The researchers addressed these issues in the design of the dual-modality system, which includes an HR-OCM reference arm and both a DC-SCFM fluorescence detection arm and an excitation arm. They defocused the light beam from the HR-OCM system to align the systems along the sample plane.
To combine the light signals of the two systems, Tankam and Maddipatla used those of Semrock (Rochester, NY, USA; www.semrock.com) dichroic mirror. From there the signal went to a dual-axis galvanometer scanner from Cambridge Technology, a brand owned by Novanta Photonics, (Stockport, UK; www.novantaphotonics.com), which then relayed the light onto the sample.
In the HR-OCM system, the light, which is transmitted through the mirror, is then detected by a spectrometer from Wasatch Photonics (Morrisville, NC, USA; https://wasatchphotonics.com).

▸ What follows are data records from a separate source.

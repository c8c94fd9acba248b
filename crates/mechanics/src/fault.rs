//! Why a part or a drive cannot be solved, and what a solution is worth remarking: facts, not sentences for a screen.
//!
//! A message is a template whose `{0}`, `{1}` … stand for quantities, so that the layer that knows the user's
//! units writes the numbers.

/// A sentence with quantities to be put in.
#[derive(Clone, Debug, PartialEq)]
pub struct Note {
    /// The sentence, `{0}` for the first quantity.
    pub template: &'static str,
    /// SI value and kind.
    pub quantities: Vec<(f64, &'static str)>,
}

impl Note {
    /// A sentence without numbers.
    #[must_use]
    pub const fn plain(template: &'static str) -> Self {
        Self { template, quantities: Vec::new() }
    }
}

/// What stands in the way.
#[derive(Clone, Debug, PartialEq)]
pub struct Fault {
    /// The part it is about, by index in the drive; `None` while a part is built alone, or for the drive itself.
    pub part: Option<usize>,
    /// What it is.
    pub kind: FaultKind,
}

/// The ways in which a part or a drive cannot be solved.
#[derive(Clone, Debug, PartialEq)]
pub enum FaultKind {
    /// Any one of these groups of fields must be given; says why.
    Missing {
        /// Groups that would do: `[["inertia"]]`, `[["teeth"], ["reduction"]]`.
        any_of: Vec<Vec<&'static str>>,
        /// What needs it.
        why: Note,
    },
    /// The fields cannot all be true.
    Contradiction {
        /// The fields that take part.
        fields: Vec<&'static str>,
        /// In which way, with numbers.
        how: Note,
    },
    /// A value of a field that the law cannot take.
    Value {
        /// The field.
        field: &'static str,
        /// Why not.
        why: Note,
    },
    /// The load drives, and the field that says how the source or supply takes it is not given.
    BrakingUnknown {
        /// `braking` or `accepts_return`.
        field: &'static str,
    },
    /// The chain does not fit: rotary to linear, a load in the middle, no source …
    Chain {
        /// In which way.
        how: Note,
    },
    /// The solver did not settle; says with which numbers.
    Unsettled {
        /// The numbers.
        how: Note,
    },
}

The spectrometer is equipped with a Teledyne e2v OctoPlus (Milpitas, CA, USA; imagery.teledyne-e2v.com) high-speed linescan camera operating at 250 kHz.
The electrical output signal of the spectrometer is then recorded by an Axion CameraLink acquisition card from Bitflow (Woburn, MA, USA; www.bitflow.com.)
In the second imaging system, the fluorescence emission signal from the fluorophores travels from the sample to the mirror where it is reflected back to the fluorescence system through two channels – red and green. The light is then focused by a Thorlabs aspherical lens and transmitted through Thorlabs (Newton, NJ, USA; www.thorlabs.com) 10 µm Pinhole Aperture – P1, a product that only passes rays from one plane into the specimen while blocking light rays from other planes or depths. Then another lens, also from Thorlabs, adjusts the size of the beam before channeling it through a photomultiplier tube from Hamamatsu (Hamamatsu, Japan; www.hamamatsu.com). The output of the tube is converted into voltage using FEMTO amplifiers (Berlin, Germany; www.femto.de). A four-channel digitizer from Alazar Technologies (Pointe-Claire, Canada; www.alazartech.com) is used to record the voltage of amplifiers.
For the final step, the researchers recorded and synchronized the HR-OCM and DC-SCFM image data using custom software they developed using National Instruments (Austin, TX, USA ; www.ni.com) LabVIEW 2017. They used both LabVIEW and MATLAB from MathWorks (Natick, MA, USA; www.mathworks.com) for further processing of the image data.
To test the system, they used custom-made phantoms representing mice, which were constructed using imaging fluorescence microspheres embedded in multi-layer tape and silicone.
The combined system achieved a speed of 250 kHz and a lateral resolution of 2 µm, and an axial resolution of 2.4 µm was captured over a field of view of 1.1 mm × 1.1 mm.
For the next phase, Tankam and Maddipatla plan to test the system on tissue samples before tackling their ultimate goal of tracking cell activity in the eyes of small animals.